**What you have to do**
Find the lines in the records that carry the word "without". Copy each one.

**Supplied entries**

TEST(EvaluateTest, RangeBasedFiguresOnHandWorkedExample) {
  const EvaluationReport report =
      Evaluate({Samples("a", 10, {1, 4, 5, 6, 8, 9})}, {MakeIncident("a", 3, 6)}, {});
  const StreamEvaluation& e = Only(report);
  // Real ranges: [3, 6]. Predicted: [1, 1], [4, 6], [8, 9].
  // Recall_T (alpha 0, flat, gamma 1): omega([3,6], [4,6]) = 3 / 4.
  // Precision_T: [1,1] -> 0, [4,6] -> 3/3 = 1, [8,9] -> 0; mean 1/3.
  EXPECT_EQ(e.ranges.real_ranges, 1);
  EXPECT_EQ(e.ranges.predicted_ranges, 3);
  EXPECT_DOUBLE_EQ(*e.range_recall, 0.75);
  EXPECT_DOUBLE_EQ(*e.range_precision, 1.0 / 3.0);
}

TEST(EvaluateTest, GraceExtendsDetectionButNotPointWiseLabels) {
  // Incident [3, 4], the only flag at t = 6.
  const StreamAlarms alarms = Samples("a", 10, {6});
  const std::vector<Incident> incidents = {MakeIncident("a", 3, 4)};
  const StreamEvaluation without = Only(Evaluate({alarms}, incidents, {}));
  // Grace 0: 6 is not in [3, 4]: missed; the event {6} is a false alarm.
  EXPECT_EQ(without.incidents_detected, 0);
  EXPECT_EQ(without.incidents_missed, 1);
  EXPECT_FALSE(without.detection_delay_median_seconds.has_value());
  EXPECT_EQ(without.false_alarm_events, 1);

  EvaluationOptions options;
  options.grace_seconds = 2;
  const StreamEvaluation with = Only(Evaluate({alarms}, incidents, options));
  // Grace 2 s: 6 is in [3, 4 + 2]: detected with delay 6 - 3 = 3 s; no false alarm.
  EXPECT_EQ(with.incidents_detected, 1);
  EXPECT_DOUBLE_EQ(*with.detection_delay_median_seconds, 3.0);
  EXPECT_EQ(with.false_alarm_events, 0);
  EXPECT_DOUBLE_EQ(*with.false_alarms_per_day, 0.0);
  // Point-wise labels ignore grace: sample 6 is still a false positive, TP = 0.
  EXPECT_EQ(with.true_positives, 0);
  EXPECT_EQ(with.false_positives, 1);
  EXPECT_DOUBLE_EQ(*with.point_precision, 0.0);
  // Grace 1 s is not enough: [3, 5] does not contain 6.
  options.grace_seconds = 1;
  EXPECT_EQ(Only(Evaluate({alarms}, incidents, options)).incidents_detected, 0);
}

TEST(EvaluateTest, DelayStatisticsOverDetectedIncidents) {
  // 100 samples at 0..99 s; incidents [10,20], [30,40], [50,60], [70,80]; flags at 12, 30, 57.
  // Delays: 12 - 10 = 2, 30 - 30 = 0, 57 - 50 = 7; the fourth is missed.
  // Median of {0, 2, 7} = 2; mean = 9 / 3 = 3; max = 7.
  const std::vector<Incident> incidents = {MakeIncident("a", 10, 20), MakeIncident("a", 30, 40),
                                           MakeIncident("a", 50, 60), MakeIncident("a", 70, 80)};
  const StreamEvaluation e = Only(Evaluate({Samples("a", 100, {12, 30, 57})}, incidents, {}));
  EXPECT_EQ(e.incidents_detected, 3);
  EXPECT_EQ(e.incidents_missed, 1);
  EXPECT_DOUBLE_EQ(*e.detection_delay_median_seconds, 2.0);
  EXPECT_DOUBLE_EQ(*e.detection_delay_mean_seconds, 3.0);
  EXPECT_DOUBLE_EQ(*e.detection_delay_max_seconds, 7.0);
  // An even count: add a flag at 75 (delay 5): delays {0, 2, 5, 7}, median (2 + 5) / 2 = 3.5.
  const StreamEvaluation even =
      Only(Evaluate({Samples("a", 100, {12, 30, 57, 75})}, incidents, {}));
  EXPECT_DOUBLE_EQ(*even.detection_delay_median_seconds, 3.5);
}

**Result of this exercise**
  const StreamEvaluation without = Only(Evaluate({alarms}, incidents, {}));
  EXPECT_EQ(without.incidents_detected, 0);
  EXPECT_EQ(without.incidents_missed, 1);
  EXPECT_FALSE(without.detection_delay_median_seconds.has_value());
  EXPECT_EQ(without.false_alarm_events, 1);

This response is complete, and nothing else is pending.